2013-03-21

tim: Tim with short hair, smiling, wearing a black jacket over a white T-shirt (Default)
2013-03-21 07:41 pm
Entry tags:

TMI: The end of an error

Today, landed the patch I've been working on for a month to make the typechecker's handling of the error and _|_ types more sensible. I've already written about this; I'm just glad to have it done now, and know that the Rust typechecker won't complain about derived errors anymore! I think this is important for usability; I know from experience that too much noise (error messages that don't matter) can be demoralizing when you're trying to get your code compiling.

Except... then I went back and ran the test for this issue and still got a derived error. Oh no! It turned out I didn't edit the code in the pattern-match-checking part of the typechecker, and it was still calling span_fatal (a function that, as you might guess, unconditionally prints out an error message and then kills the whole compiler) rather than report_type_error (a function I wrote that checks for errors involving error types and suppresses them). So I started fixing that, but ran out of time.

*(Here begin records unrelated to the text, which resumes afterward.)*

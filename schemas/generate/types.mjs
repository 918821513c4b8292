// TypeScript types of a design as read: every quantity a Quantity.
import { compile } from 'json-schema-to-typescript';

const BANNER = `// Generated from schemas/gain-module.schema.json; see schemas/generate.mjs.
import type { Quantity } from '../../quantity/quantity.ts';`;

export async function typesOf(schema) {
  const options = {
    bannerComment: BANNER,
    additionalProperties: false,
    ignoreMinAndMaxItems: true,
    style: { singleQuote: true, printWidth: 120, trailingComma: 'all' },
  };
  return compile(readable(schema, 'GainModuleFile'), 'GainModuleFile', options);
}

/** Rules become types only so far: conditions and free keys are left to the validator. */
function readable(node, name) {
  if (node.$ref !== undefined) return { $ref: node.$ref };
  const { description } = node;
  const doc = description === undefined ? {} : { description };
  if (node['x-dimension'] !== undefined) return { ...doc, tsType: 'Quantity' };
  if (node['x-text']) return { ...doc, type: 'string' };
  if (node.enum !== undefined || node.const !== undefined) return { ...doc, enum: node.enum ?? [node.const] };
  if (node.type === 'array') return { ...doc, type: 'array', items: readable(node.items, name.replace(/s$/, '')) };
  if (node.type !== 'object') return { ...doc, type: node.type };
  const properties = Object.fromEntries(
    Object.entries(node.properties).map(([key, value]) => [key, readable(value, pascal(key))]),
  );
  const $defs = Object.fromEntries(
    Object.entries(node.$defs ?? {}).map(([key, value]) => [key, readable(value, pascal(key))]),
  );
  const rest = node.$defs === undefined ? {} : { $defs };
  const title = name === 'GainModuleFile' || name.endsWith('Range') ? name : `${name}Section`;
  return {
    ...doc,
    title,
    type: 'object',
    additionalProperties: false,
    properties,
    required: node.required ?? [],
    ...rest,
  };
}

function pascal(key) {
  return key.replace(/(?:^|_)(\w)/g, (_, letter) => letter.toUpperCase());
}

In the meantime, I also finished triaging my allotted quota of randomly selected 0.6-milestone bugs, with the goal of getting everything either closed or un-milestoned unless it's SUPER IMPORTANT; the plan is to try to release 0.6 next week. We're going to shift towards priorities rather than milestones in the bug tracker, since it's become clear that labelling bugs with milestones doesn't help that much when doing time-based releases.

Tomorrow, finishing the pattern-checking stuff, doing my quota of doc work for the release, and going back to rustpkg.